La bronca acumulada en las viñas y bodegas por la burla de la propuesta de un aumento del 30 % por parte de los grandes bodegueros, preanunciaba una medida contundente. Sin embargo, la acción de este lunes se transformó en un hecho histórico, en el momento en que las y los trabajadores de la vitivinicultura irrumpieron imponiendo un paro activo, con cientos de cortes en las puertas de las bodegas de toda la provincia.

Ante las amenazas, aprietes y maniobras de las empresas para hacer trabajar a contratados y eventuales, la unidad de los trabajadores se impuso en los piquetes, garantizando un paro histórico.

La bronca no es nueva, en la provincia del sol y el buen vino, quienes hacen posible la vendimia trabajan en las peores condiciones. En las bodegas la precarización laboral es moneda corriente, contratos temporales, por agencia, siempre pasando de bodega en bodega todas las temporadas, pero siempre con un salario “de hambre”, como denuncian los trabajadores. Mientras que un trabajador con 10 años de antigüedad apenas supera los $ 30.000 de salario, los grandes bodegueros siguen facturando millones, aún durante la pandemia.

Según un estudio del sociólogo Nicolás Guillén, los principales 14 grupos bodegueros destinan al pago de salarios menos del 10 % de su facturación. Por caso, la reconocida Luigi Bosca, destina solo el 6,5 % de sus U$S 22 Millones de facturación anual a pagar salarios con los que los trabajadores no pueden comprar los vinos que producen, que superan los $ 1000 la botella.

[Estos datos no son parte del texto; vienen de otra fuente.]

class TestWhatIsChosen:
    def test_kept_parts_keep_their_values_and_the_chosen_ones_their_tolerance(self) -> None:
        choice = sn.choose(LADDER, sn.butterworth(3).at(f3dB="20 kHz"), keep="Rs RL", C="E24", L="E12")
        assert [name for name, _ in choice.kept] == ["Rs", "RL"]
        assert [str(value) for value in choice.values.values()] == ["10 mH", "13 nF", "13 nF"]
        tolerances = {name: value.tolerance for name, value in choice.network.values}
        assert (tolerances["C1"], tolerances["L1"]) == (Fraction(2, 100), Fraction(5, 100))

    def test_inductors_stay_without_a_word(self) -> None:
        choice = sn.choose(LADDER, sn.butterworth(3).at(f3dB="20 kHz"), keep=["Rs", "RL"])
        assert set(choice.values) == {"C1", "C2"}

    def test_ties_hold(self) -> None:
        tied = TWO_POLE.add("R2 = R1")
        choice = sn.choose(tied, f0="1 kHz", Q=2, C="E12")
        assert set(choice.values) == {"R1", "C1", "C2"}
        assert choice.optimal
        r, c = members("E24", 1e3, 1e5), members("E12", 1e-9, 1e-7)
        grid = np.meshgrid(r, c, c, indexing="ij")
        f0, q = figures_of_two_pole(grid[0], grid[0], grid[1], grid[2])
        error = np.maximum(np.abs(f0 / 1000 - 1), np.abs(q / 2 - 1))
        assert choice.error == pytest.approx(error.min(), rel=1e-9)

    def test_the_network_itself_is_the_target_without_another(self) -> None:
        exact = TWO_POLE.with_values(R1="4.250k", R2="12.682k", C1="100n", C2="4.7n")
        choice = sn.choose(exact, R="E24", C="E6", objective="f0/Q")
        assert choice.best.outcomes[0].wanted == pytest.approx(1000, rel=1e-3)
        assert choice.best.outcomes[-1].name == "K"
        assert choice.optimal

    def test_one_list_for_one_part(self) -> None:
        choice = sn.choose(TWO_POLE, f0="1 kHz", Q=2, C2=sn.preferred("E3", "1 nF", "10 nF"))
        assert dict(choice.lists)["C2"].name == "E3"
        assert dict(choice.lists)["C1"].name == "E6"

    def test_pairs_are_never_worse(self) -> None:
        single = sn.preferred("E12", "1 kohm", "47 kohm")
        plain = sn.choose(TWO_POLE, f0="1 kHz", Q=2, R=single)
        pairs = sn.choose(TWO_POLE, f0="1 kHz", Q=2, R=single.with_pairs("series", "parallel"))
        assert pairs.optimal
        assert pairs.error < plain.error / 4
        assert any(part.entry.how for part in pairs.best.parts)
        f0, q = figures_of_two_pole(*(np.array(value) for value in si(pairs.best).values()))
        assert max(abs(f0 / 1000 - 1), abs(q / 2 - 1)) == pytest.approx(pairs.error, rel=1e-9)

    def test_stock(self, tmp_path: Path) -> None:
        file = tmp_path / "drawer.csv"
        file.write_text(
            "name,value\nR-1,9.1 kohm\nR-2,27 kohm\nR-3,22 kohm\nC-1,47 nF\nC-2,2.2 nF\n", "utf-8"
        )
        choice = sn.choose(TWO_POLE, f0="1 kHz", Q=2, stock=file)
        assert choice.combinations == 36
        assert [part.entry.labels for part in choice.best.parts] == [("R-1",), ("R-2",), ("C-1",), ("C-2",)]
        assert dict(choice.lists)["R1"].name == "drawer.csv"

    def test_lists_that_leave_out_what_is_needed_are_doubted(self) -> None:
        far = sn.choose(TWO_POLE, f0="10 MHz", Q=2)
        assert far.optimal
        assert any("do their limits leave out" in note for note in far.notes)
        assert not sn.choose(TWO_POLE, f0="1 kHz", Q=2).notes

    def test_what_is_tied_is_searched_without_bounds_and_said_so(self) -> None:
        tied = sn.choose(TWO_POLE.add("R2 = R1"), f0="1 kHz", Q=2, R="E96", C="E12")
        assert any("of R1: tied" in note for note in tied.notes)
        r, c = members("E96", 1e3, 1e5), members("E12", 1e-9, 1e-7)
        grid = np.meshgrid(r, c, c, indexing="ij")
        f0, q = figures_of_two_pole(grid[0], grid[0], grid[1], grid[2])
        error = np.maximum(np.abs(f0 / 1000 - 1), np.abs(q / 2 - 1))
        assert tied.how == "branch and bound"
        assert tied.complete
        assert tied.error == pytest.approx(error.min(), rel=1e-9)

    def test_a_balanced_network_is_a_target_though_a_pole_and_a_zero_cancel(self) -> None:
        twin = sn.network("""
            in -- R1 -- a -- R2 -- out; a -- C3 -- gnd; in -- C1 -- b -- C2 -- out; b -- R3 -- gnd
            drive in; read out; R1, R2 = 10 kohm; R3 = 5 kohm; C1, C2 = 10 nF; C3 = 20 nF
        """)
        choice = sn.choose(twin, keep="R1 R2 C1 C2", R="E24", C="E24")
        assert {name: str(value) for name, value in choice.values.items()} == {
            "C3": "20 nF",
            "R3": "5.1 kohm",
        }
        poles = sn.derive(choice.network).numeric().poles()
        assert len(poles) == 3

    def test_numbers_of_zeros_and_high_pass(self) -> None:
        high = sn.network(
            "in -- C1 -- x -- C2 -- p; x -- R1 -- out; p -- R2 -- gnd; drive in; read out;"
            "U1: opamp(plus=p, minus=out, out=out)"
        )
        capacitors = "E6, 100 nF .. 1 uF"
        by_figures = sn.choose(high, f0="100 Hz", Q=0.5**0.5, C=capacitors)
        by_poles = sn.choose(high, sn.butterworth(2).at(f3dB="100 Hz").high_pass(), C=capacitors)
        assert by_figures.values == by_poles.values
        (crossing,) = sn.f3db(sn.derive(by_poles.network))
        assert crossing.f == pytest.approx(100, rel=1e-3)

    def test_finite_zeros_count(self) -> None:
        ladder = sn.network(
            "in -- Rs -- a -- L2 || C2 -- out; a -- C1 -- gnd; out -- C3 || RL -- gnd;"
            "drive in; read out; Rs, RL = 50 ohm"
        )
        target = sn.elliptic(3, "0.1 dB", "30 dB").at(f3dB="10 MHz")
        capacitors = "E24, 30 pF .. 1 nF"
        with pytest.raises(SymnetError, match="in F"):
            sn.choose(ladder, target, keep="Rs RL", C=capacitors, L="E12, 100 nF .. 10 uF")
        choice = sn.choose(ladder, target, keep="Rs RL", C=capacitors, L="E12, 100 nH .. 10 uH")
        assert choice.optimal
        H = sn.derive(choice.network).numeric()
        wanted, zeros = np.array(target.poles), np.array(target.zeros)
        got_poles = np.array([root.value for root in H.poles()])
        got_zeros = np.array([root.value for root in H.zeros()])
        off = [np.min(np.abs(got_poles[:, None] / wanted - 1), axis=0).max()]
        off.append(np.min(np.abs(got_zeros[:, None] / zeros - 1), axis=0).max())
        assert max(off) == pytest.approx(choice.error, rel=1e-6)
        assert any(outcome.name == "f of zero 1" for outcome in choice.best.outcomes)

    def test_a_hidden_mode_does_not_count(self) -> None:
        bridge = sn.network("in -- R1 -- out -- C1 -- gnd; in -- R2 -- y -- C2 -- gnd; drive in; read out")
        choice = sn.choose(bridge, f0="1 kHz")
        assert set(choice.values) == {"R1", "C1"}
        all_errors = [
            abs(1 / (2 * np.pi * r * c) / 1000 - 1)
            for r, c in itertools.product(members("E24", 1e3, 1e5), members("E6", 1e-9, 1e-7))
        ]
        assert choice.error == pytest.approx(min(all_errors), rel=1e-6)

    def test_a_mode_that_cancels_by_algebra_does_not_count(self) -> None:
        compensated = sn.network("""
            in -- R1 || C1 -- a -- R2 || C2 -- gnd; R2 = R1; C2 = C1    # the divider's pole cancels its zero
            a -- R3 || C3 -- gnd; R3 = R1; C3 = C1
            hold b = a
            b -- R4 -- out -- C4 -- gnd
            drive in; read out
        """)
        choice = sn.choose(compensated, f0="1 kHz")
        assert set(choice.values) == {"R4", "C4"}
        product = choice.values["R4"].value * choice.values["C4"].value
        assert choice.error == pytest.approx(abs(1 / (2 * np.pi * float(product)) / 1000 - 1), rel=1e-9)
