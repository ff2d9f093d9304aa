"""Progress: nothing before a second, nothing where nobody looks, nothing left behind."""

from __future__ import annotations

import sys
from io import StringIO
from types import SimpleNamespace
from typing import Any

import pytest

import symnet as sn
from symnet.exact.matrices import Matrix
from symnet.exact.roots import roots
from symnet.exact.trees import Piece, build
from symnet.progress import Progress

WIPE = "\r\x1b[K"


class Terminal(StringIO):
    """A stream that says that a person reads it."""

    def isatty(self) -> bool:
        return True


class Clock:
    """A clock that stands still until it is set."""

    def __init__(self) -> None:
        self.now = 100.0

    def __call__(self) -> float:
        return self.now


def test_nothing_is_written_before_a_second_and_nothing_is_wiped_then() -> None:
    clock, terminal = Clock(), Terminal()
    with Progress("roots", "roots", 9, clock=clock, stream=terminal) as at:
        for k in range(9):
            clock.now += 0.1
            at(k)
    assert not terminal.getvalue()


def test_after_a_second_a_line_at_most_four_times_a_second() -> None:
    clock, terminal = Clock(), Terminal()
    with Progress("terms", "terms", clock=clock, stream=terminal) as at:
        for k in range(1, 301):
            clock.now = 100 + k / 100
            at(k)
    *lines, wiped = terminal.getvalue().split(WIPE)[1:]
    assert lines[0] == "terms: 100 terms, 1 s (Ctrl-C stops it)"
    assert 8 <= len(lines) <= 9
    assert not wiped


def test_an_interrupt_wipes_the_line() -> None:
    clock, terminal = Clock(), Terminal()

    def work() -> None:
        with Progress("diagram", "parts", 7, clock=clock, stream=terminal) as at:
            clock.now += 5
            at(3)
            raise KeyboardInterrupt

    with pytest.raises(KeyboardInterrupt):
        work()
    assert terminal.getvalue() == f"{WIPE}diagram: 3 of 7 parts, 5 s (Ctrl-C stops it){WIPE}"


def test_a_file_or_a_pipe_gets_nothing() -> None:
    clock, pipe = Clock(), StringIO()
    with Progress("diagram", "parts", 7, clock=clock, stream=pipe) as at:
        clock.now += 5
        at(3)
    assert not pipe.getvalue()


def test_a_process_without_stderr_gets_nothing(monkeypatch: pytest.MonkeyPatch) -> None:
    monkeypatch.setattr(sys, "stderr", None)
    clock = Clock()
    with Progress("diagram", "parts", 7, clock=clock) as at:
        clock.now += 5
        at(3)


def test_a_notebook_gets_one_place_that_is_empty_in_the_end(monkeypatch: pytest.MonkeyPatch) -> None:
    shown: list[Any] = []
    display = SimpleNamespace(
        DisplayHandle=lambda: SimpleNamespace(
            display=lambda data, raw: shown.append(("new", data["text/plain"], raw)),
            update=lambda data, raw: shown.append(("again", data["text/plain"], raw)),
        )
    )
    shell = SimpleNamespace(get_ipython=lambda: SimpleNamespace(kernel=object()), display=display)
    monkeypatch.setitem(sys.modules, "IPython", shell)
    monkeypatch.setitem(sys.modules, "IPython.display", display)
    monkeypatch.setattr(sys, "stderr", StringIO())
    clock = Clock()
    with Progress("diagram", "parts", 7, clock=clock) as at:
        for k in (3, 4):
            clock.now += 5
            at(k)
    assert [(how, text.partition(",")[0]) for how, text, _ in shown] == [
        ("new", "diagram: 3 of 7 parts"),
        ("again", "diagram: 4 of 7 parts"),
        ("again", ""),
    ]


def shown_at_once(monkeypatch: pytest.MonkeyPatch) -> Terminal:
    """A terminal on which every look at the clock is a second later than the one before."""
    clock, terminal = Clock(), Terminal()

    def later() -> float:
        clock.now += 1
        return clock.now

    monkeypatch.setattr(sys, "stderr", terminal)
    monkeypatch.setattr("symnet.progress.time", SimpleNamespace(monotonic=later))
    return terminal


def test_roots_of_high_order_tell_how_far_they_are(monkeypatch: pytest.MonkeyPatch) -> None:
    """Every look at the clock is a second later than the one before, so that the line is shown at once."""
    terminal = shown_at_once(monkeypatch)
    p = [1]
    for k in range(1, 31):  # (s + 1)(s + 2)...(s + 30), which doubles cannot tell apart
        p = [k * a + b for a, b in zip([*p, 0], [0, *p], strict=True)]
    assert len(roots(p)) == 30
    assert " of 30 roots apart" in terminal.getvalue()
    assert terminal.getvalue().endswith(WIPE)


def test_a_diagram_tells_how_many_parts_are_decided(monkeypatch: pytest.MonkeyPatch) -> None:
    terminal = shown_at_once(monkeypatch)
    assert not build(3, [Piece(a, b, a, b) for a, b in ((0, 1), (1, 2), (2, None), (0, 2))]).is_zero
    assert "building the diagram: 3 of 4 parts decided" in terminal.getvalue()
    assert terminal.getvalue().endswith(WIPE)


def test_a_derivation_tells_that_it_is_confirmed_and_written_out(monkeypatch: pytest.MonkeyPatch) -> None:
    terminal = shown_at_once(monkeypatch)
    net = sn.network("in -- R1 -- a -- C1 -- gnd; a -- R2 -- b -- C2 -- gnd; drive in; read b")
    assert len(sn.derive(net).denominator) == 5
    said = terminal.getvalue()
    for line in ("solving the nodal equations: ", " unknowns eliminated", "writing out: 5 of 5 terms"):
        assert line in said
    assert said.endswith(WIPE)


def test_a_common_factor_tells_how_far_it_is(monkeypatch: pytest.MonkeyPatch) -> None:
    """The compensated divider, whose mode a tie hides."""
    terminal = shown_at_once(monkeypatch)
    divided = "in -- R1 || C1 -- out -- R2 || C2 -- gnd; drive in; read out; C2 = R1*C1/R2"
    assert sn.derive(sn.network(divided)).hidden
    said = terminal.getvalue()
    assert "looking for a common factor: 0 coefficients compared" in said
    assert "dividing by a common factor: 1 terms of the quotient found" in said
    assert said.endswith(WIPE)


def test_numbers_without_a_diagram_tell_how_far_they_are(monkeypatch: pytest.MonkeyPatch) -> None:
    """(1 + 2 s) (3 + s) from two pieces that share no node."""
    terminal = shown_at_once(monkeypatch)
    matrix = Matrix(2, (Piece(0, None, 0, None), Piece(1, None, 1, None)), (0, 1))
    assert matrix.coefficients([[1, 2], [3, 1]], [[1], [1]]) == [3, 7, 2]
    assert "evaluating the determinant: 2 of 3 whole s" in terminal.getvalue()
    assert terminal.getvalue().endswith(WIPE)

En las viñas la situación es aún más precaria. No solo cobran menos sueldo, sino que lo hacen en peores condiciones. Muchas veces no registrados, sin elementos de seguridad laboral ni sanitaria, trabajan a la intemperie del frio en invierno y del sol en verano. Allí, el desprecio patronal es brutal.

Esa bronca se siguió acumulando durante la pandemia, cuando en el peor momento sanitario de la provincia, el Gobierno nacional, a pedido del provincial, declaró esenciales a miles de trabajadores vitivinícolas, a expensas de su salud y condiciones de vida, con el único fin de asegurar la cosecha y los negocios de los grandes bodegueros. Fueron los mismos que dejaron varados a cientos de trabajadores golondrina en la terminal de Mendoza sin agua, comida ni la posibilidad de volverse a sus casas luego de trabajar en la cosecha.

A costa de la salud de miles, los grandes bodegueros obtuvieron en 2020 un récrod de exportaciones de vino: se exportaron 395 millones de litros, un 26,7 % mas que el año anterior. El mayor volumen de los últimos 12 años. Más allá de esto, niegan el aumento de salario que exigen los trabajadores y trabajadoras.

A ellos no los pueden engañar, son ellos quienes vieron aumentar la producción, las exportaciones y la facturación de las empresas mientras ofrecen aumentos que no llegar a cubrir lo perdido frente a la inflación.

Ese contraste entre la opulencia de los grandes bodegueros y las condiciones de trabajo que les imponen, entre el valor de su trabajo y lo que (no) pueden comprar con su salario, gestó la organizaciòn, y la solidaridad entre trabajadores de distintas bodegas que son la base sobre la cual se asienta la unión que les permite decir basta y plantarse en las puertas de las bodegas de toda la provincia para dejar en claro que: son ellos quienes hacen posible la vendimia.